Performance Optimization

Collection Configuration

collection = client.create_collection(
    name="optimized_collection",
    configuration={
        "hnsw": {
            "space": "cosine",           # Choose appropriate distance metric
            "M": 16,                     # Balance between speed and accuracy
            "ef_construction": 200,      # Higher = better accuracy, slower build
            "ef": 50,                    # Higher = better accuracy, slower search
            "max_elements": 100000       # Set realistic capacity
        }
    }
)

Embedding Model Selection

# For speed (recommended for development)
model = SentenceTransformer('all-MiniLM-L6-v2')  # 384 dim, 90MB

# For accuracy (recommended for production)  
model = SentenceTransformer('all-mpnet-base-v2')  # 768 dim, 420MB

# For multilingual
model = SentenceTransformer('paraphrase-multilingual-MiniLM-L12-v2')

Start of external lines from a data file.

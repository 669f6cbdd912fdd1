import { laserError, type LiveSeries } from './level-series';
import type { Chain, LevelReduction, Reading } from './types';
import type { Nm } from './units';

/** Marks whose elevation is known when a chain starts: benchmarks, and turning points that earlier chains left. */
export interface KnownMarks {
  benchmarks: ReadonlyMap<string, Nm>;
  turningPoints: Map<string, { elevation: Nm; doubted: boolean }>;
}

export interface ReducedSeries {
  live: LiveSeries;
  hi: Nm | null;
  checks: LevelReduction['series'][number]['checks'];
  /** What the chain's misclosure takes off every elevation of this series; 0 without one. */
  correction: Nm;
  /** Judged by what the chain says of itself: adjusted, or raw and doubted. */
  useAdjusted: boolean;
  chainDoubted: boolean;
  turningPoints: { point: string; elevation: Nm }[];
}

/** Series run on while each backsights the point that the one before foresighted. */
export function splitIntoChains(series: readonly LiveSeries[]): LiveSeries[][] {
  const chains: LiveSeries[][] = [];
  for (const live of series) {
    const current = chains.at(-1);
    const before = current?.at(-1);
    if (current && before && before.mark !== null && linkTo(before, live.mark)) current.push(live);
    else chains.push([live]);
  }
  return chains;
}

function linkTo(before: LiveSeries, mark: string | null): Reading | undefined {
  return before.foresights.filter(({ point }) => point === mark).at(-1);
}

function elevationOf(point: string | null, known: KnownMarks): { elevation: Nm | null; doubted: boolean } {
  if (point === null) return { elevation: null, doubted: false };
  const benchmark = known.benchmarks.get(point);
  if (benchmark !== undefined) return { elevation: benchmark, doubted: false };
  return known.turningPoints.get(point) ?? { elevation: null, doubted: false };
}

function reduceChecks(live: LiveSeries, hi: Nm | null, known: KnownMarks): ReducedSeries['checks'] {
  if (live.mark === null) return [];
  return live.checks.flatMap((check) => {
    const ofLaser = check.point === live.mark;
    const elevation = elevationOf(check.point, known).elevation;
    if (!ofLaser && (hi === null || elevation === null)) return [];
    const error = ofLaser ? laserError(live, check) : (hi ?? 0) - check.reading - (elevation ?? 0);
    return [
      { id: check.id, error, holds: Math.abs(error) <= live.checkLimit, of: ofLaser ? ('laser' as const) : ('mark' as const) },
    ];
  });
}

/** The last foresight of each point; one that closes on a benchmark is no turning point. */
function turningPointsOf(
  live: LiveSeries,
  hi: Nm | null,
  next: LiveSeries | undefined,
  known: KnownMarks,
): ReducedSeries['turningPoints'] {
  if (hi === null) return [];
  const last = new Map(live.foresights.map(({ point, reading }) => [point, reading]));
  return [...last]
    .filter(([point]) => point === next?.mark || !known.benchmarks.has(point))
    .map(([point, reading]) => ({ point, elevation: hi - reading }));
}

/** Heights from one mark to the next, by sums and by walking: two ways that must give the same number. */
function pageCheckOf(chain: readonly LiveSeries[], first: Nm): Chain['pageCheck'] {
  let sumBacksights = 0;
  let sumForesights = 0;
  let elevation = first;
  for (const [index, live] of chain.entries()) {
    if (live.mark === null) continue;
    const next = chain[index + 1];
    const closing = next ? linkTo(live, next.mark) : (live.foresights.at(-1) ?? live.checks.at(-1));
    const hi = elevation + live.backsight;
    sumBacksights += live.backsight;
    sumForesights += closing?.reading ?? 0;
    elevation = closing ? hi - closing.reading : hi;
  }
  const difference = sumBacksights - sumForesights;
  const lastMinusFirst = elevation - first;
  // Whole nanometres either agree or differ by one or more.
  return { sumBacksights, sumForesights, difference, lastMinusFirst, agrees: Math.abs(difference - lastMinusFirst) < 0.5 };
}

/** Carries the heights through one chain, closes it, and leaves its turning points among the known marks. */
export function reduceChain(
  chain: readonly LiveSeries[],
  known: KnownMarks,
  allowable: Nm | undefined,
): { chain: Chain; series: ReducedSeries[] } {
  const start = elevationOf(chain[0]?.mark ?? null, known);
  let carried = start.elevation;
  const series = chain.map((live, index): ReducedSeries => {
    const next = chain[index + 1];
    const elevation = carried ?? elevationOf(live.mark, known).elevation;
    const hi = live.mark === null || elevation === null ? null : elevation + live.backsight;
    const checks = reduceChecks(live, hi, known);
    const turningPoints = turningPointsOf(live, hi, next, known);
    for (const { point, elevation: at } of turningPoints)
      known.turningPoints.set(point, { elevation: at, doubted: start.doubted });
    const link = next && linkTo(live, next.mark);
    carried = hi === null || !link ? null : hi - link.reading;
    return { live, hi, checks, correction: 0, useAdjusted: false, chainDoubted: start.doubted, turningPoints };
  });
  const misclosure = start.elevation === null ? null : misclosureOf(series, known);
  const misclosureHolds = misclosure === null || allowable === undefined ? null : Math.abs(misclosure) <= allowable;
  if (misclosure !== null) spreadMisclosure(series, misclosure, misclosureHolds, known);
  return {
    chain: {
      series: chain.map(({ id }) => id),
      pageCheck: pageCheckOf(chain, start.elevation ?? 0),
      misclosure,
      misclosureHolds,
    },
    series,
  };
}

/** Observed − known, where a chain with a turning point closes on a benchmark. */
function misclosureOf(series: readonly ReducedSeries[], known: KnownMarks): Nm | null {
  const last = series.at(-1);
  const closing = last?.live.foresights.at(-1);
  if (series.length < 2 || !last || last.hi === null || !closing) return null;
  const benchmark = known.benchmarks.get(closing.point);
  return benchmark === undefined ? null : last.hi - closing.reading - benchmark;
}

function spreadMisclosure(series: readonly ReducedSeries[], misclosure: Nm, holds: boolean | null, known: KnownMarks): void {
  for (const [index, reduced] of series.entries()) {
    reduced.correction = Math.round((-(index + 1) * misclosure) / series.length) + 0;
    reduced.useAdjusted = holds === true;
    const afterFirstTurningPoint = index > 0;
    reduced.chainDoubted ||= holds === false && afterFirstTurningPoint;
    for (const { point, elevation } of reduced.turningPoints) {
      const judged = holds === true ? elevation + reduced.correction : elevation;
      known.turningPoints.set(point, { elevation: judged, doubted: reduced.chainDoubted || holds === false });
    }
  }
}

Search Strategy Guidelines

Query Design

# ✅ Good queries are specific and descriptive
query = "experienced Python developer with machine learning skills"

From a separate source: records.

import { inRange } from './check-input';
import { fUpperTail, studentTwoSided } from './distributions';
import { carefulPointFits, quickPointFits } from './plane-diagnostics';
import { type PlaneShape, type PlaneSolution, measureExtent } from './plane-solution';
import { solveCarefully } from './plane-solve-careful';
import { solveQuickly } from './plane-solve-quick';
import type { Coefficient, PlaneFit, PlanePoint, PointFit } from './types';

/** `variance` null: no degree of freedom. t and p are null where the standard error is null or zero. */
function coefficient(value: number, variance: number | null, df: number): Coefficient {
  const held = inRange('coefficient', value);
  if (variance === null) return { value: held, standardError: null, t: null, p: null };
  const standardError = inRange('standard error', Math.sqrt(variance));
  if (standardError === 0) return { value: held, standardError, t: null, p: null };
  const t = inRange('t', held / standardError);
  return { value: held, standardError, t, p: studentTwoSided(t, df) };
}

/** Clockwise from plan north, 0 ≤ azimuth < 360. */
function azimuth(east: number, north: number): number {
  const degrees = (Math.atan2(east, north) * 180) / Math.PI;
  const turned = degrees < 0 ? degrees + 360 : degrees;
  return turned >= 360 || turned === 0 ? 0 : turned;
}

/** Variance of the slope |∇z| by the delta method, s² = 1; the slope must not be zero unless the model is 'line'. */
function slopeVariance(s: PlaneShape, slope: number): number | null {
  if (s.model === 'level' || (s.model === 'plane' && slope === 0)) return null;
  if (s.model === 'line') return 1 / s.sumPP;
  const first = s.pivot === 'x' ? s.gradientX : s.gradientY;
  const other = s.pivot === 'x' ? s.gradientY : s.gradientX;
  const alongP = first / slope;
  const alongQ = (other - s.shear * first) / slope;
  return (alongP * alongP) / s.sumPP + (alongQ * alongQ) / s.sumQQ;
}

/** Range of the fitted values over the points, from the centred coordinates, so that high elevations cost no digits. */
function dropOver(s: PlaneSolution): number {
  let low = Infinity;
  let high = -Infinity;
  for (let i = 0; i < s.p.length; i += 1) {
    const rise = s.alongP * (s.p[i] ?? 0) + s.alongQ * (s.q[i] ?? 0);
    if (rise < low) low = rise;
    if (rise > high) high = rise;
  }
  return high - low;
}

function tiltOf(s: PlaneShape, variance: number | null, drop: number): PlaneFit['tilt'] {
  const slope = inRange(
    'slope',
    s.model === 'line' ? Math.abs(s.alongP) : Math.sqrt(s.gradientX * s.gradientX + s.gradientY * s.gradientY),
  );
  const unit = variance === null ? null : slopeVariance(s, slope);
  return {
    slope,
    slopeStandardError:
      unit === null || variance === null ? null : inRange('standard error of the slope', Math.sqrt(unit * variance)),
    fallAzimuth: slope === 0 ? null : azimuth(-s.gradientX, -s.gradientY),
    drop: inRange('drop', drop),
  };
}

/** Where Σwz² comes from. The three sum to 1, or are all zero where every z is. */
function sharesOf(offset: number, tilt: number, rest: number): PlaneFit['shares'] {
  const total = inRange('sum of squares', offset + tilt + rest);
  return total === 0 ? { offset: 0, tilt: 0, rest: 0 } : { offset: offset / total, tilt: tilt / total, rest: rest / total };
}

function times(unit: number, variance: number | null): number | null {
  return variance === null ? null : unit * variance;
}

function slopes(s: PlaneShape, variance: number | null, df: number): Pick<PlaneFit, 'a' | 'b' | 'c'> {
  const at = 1 / s.totalWeight;
  if (s.model !== 'plane') return { a: coefficient(s.meanZ, times(at, variance), df), b: null, c: null };
  const meanP = s.pivot === 'x' ? s.meanX : s.meanY;
  const first = times(1 / s.sumPP + (s.shear * s.shear) / s.sumQQ, variance);
  const other = times(1 / s.sumQQ, variance);
  const origin = times(at + (meanP * meanP) / s.sumPP + (s.originAcross * s.originAcross) / s.sumQQ, variance);
  return {
    a: coefficient(s.atOrigin, origin, df),
    b: coefficient(s.gradientX, s.pivot === 'x' ? first : other, df),
    c: coefficient(s.gradientY, s.pivot === 'x' ? other : first, df),
  };
}

function fTestOf(s: PlaneShape, sumTilt: number, df: number): PlaneFit['fTest'] {
  if (s.model === 'level' || df < 1 || s.sumEE === 0) return null;
  const df1 = s.model === 'plane' ? 2 : 1;
  const f = inRange('F', sumTilt / df1 / (s.sumEE / df));
  return { f, df1, df2: df, p: fUpperTail(f, df1, df) };
}

function assemble(s: PlaneShape, fits: PointFit[], drop: number): PlaneFit {
  const n = fits.length;
  const df = n - s.rank;
  const variance = df < 1 ? null : s.sumEE / df;
  const sumTilt = s.alongP * s.alongP * s.sumPP + s.alongQ * s.alongQ * s.sumQQ;
  const sumOffset = s.totalWeight * s.meanZ * s.meanZ;
  const about = sumTilt + s.sumEE;
  const { a, b, c } = slopes(s, variance, df);
  return {
    model: s.model,
    n,
    df,
    a,
    b,
    c,
    residualStandardError: variance === null ? null : inRange('residual standard error', Math.sqrt(variance)),
    rSquared: about === 0 ? null : sumTilt / about,
    fTest: fTestOf(s, sumTilt, df),
    tilt: tiltOf(s, variance, drop),
    shares: sharesOf(sumOffset, sumTilt, s.sumEE),
    points: fits,
  };
}

/**
 * Ordinary or weighted least squares of z = a + b·x + c·y, with everything that tells how far to trust it. z is the deviation from plan
 * grade, so that stepped and sloping footings are judged like level ones.
 *
 * `model` is what the geometry carries: 'line' along the principal direction where the points are collinear to rounding (`a` is then the
 * fitted value at the weighted mean point), 'level' where they are one place or fewer than three (`a` the mean). What is undefined is null,
 * never 0: no degree of freedom, an exact fit (residuals within 8 units of rounding of the largest |z| are zero), a point of leverage 1.
 * R² and the F-test are against the mean alone; standard errors of the slope by the delta method.
 *
 * Units: x and y in one, z in one, any of them; b, c and slope in z per plan unit; azimuths in degrees clockwise from plan north.
 * Accuracy: 1e-9 relative or better on every number against exact arithmetic, far from the origin and for nearly collinear points too.
 * Source: Draper & Smith, Applied Regression Analysis, ch. 1–8 (from memory); checked against R's lm and exact rational solutions.
 *
 * @throws AnalysisError 'no-points', 'not-finite', 'not-positive' (a weight), 'out-of-range'
 * @example fitPlane([{ id: 'A', x: 0, y: 0, z: 0 }, { id: 'B', x: 10, y: 0, z: 1 }, { id: 'C', x: 0, y: 10, z: 0 }]).tilt.slope // 0.1
 */
export function fitPlane(points: readonly PlanePoint[]): PlaneFit {
  const extent = measureExtent(points);
  const quick = solveQuickly(points, extent);
  const fits = quick === null ? null : quickPointFits(points, quick);
  if (quick !== null && fits !== null) return assemble(quick, fits, quick.drop);
  const careful = solveCarefully(points, extent);
  return assemble(careful, carefulPointFits(points, careful), dropOver(careful));
}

# ❌ Avoid overly broad or short queries
query = "developer"  # Too vague
query = "python ml ai data science software engineering experience"  # Too long

Combining Search Types

# Use semantic search for content discovery
semantic_results = collection.query(
    query_texts=["AI researcher"],
    n_results=20
)

# Use metadata filtering for precise requirements
filtered_results = collection.query(
    query_texts=["AI researcher"],
    where={"experience_years": {"$gte": 5}},
    n_results=10
)

Error Handling Patterns

Graceful Degradation

def robust_search(collection, query, filters=None, n_results=5):
    """Search with fallback strategies"""
    try:
        # Try combined search first
        results = collection.query(
            query_texts=[query],
            where=filters,
            n_results=n_results
        )
        
        if len(results['ids'][0]) == 0 and filters:
            # Fallback: try without filters
            results = collection.query(
                query_texts=[query],
                n_results=n_results
            )
            
        return results
        
    except Exception as e:
        print(f"Search error: {e}")
        return {"ids": [](/udit-asopa/similarity_search_chromadb/wiki/), "documents": [](/udit-asopa/similarity_search_chromadb/wiki/), "distances": [](/udit-asopa/similarity_search_chromadb/wiki/)}

Collection Health Checks

def validate_collection(collection):
    """Verify collection is properly configured"""
    try:
        count = collection.count()
        if count == 0:
            raise ValueError("Collection is empty")
            
        # Test query
        test_results = collection.query(
            query_texts=["test"],
            n_results=1
        )
        
        return True
        
    except Exception as e:
        print(f"Collection validation failed: {e}")
        return False

These concepts and best practices ensure reliable, performant vector search implementations.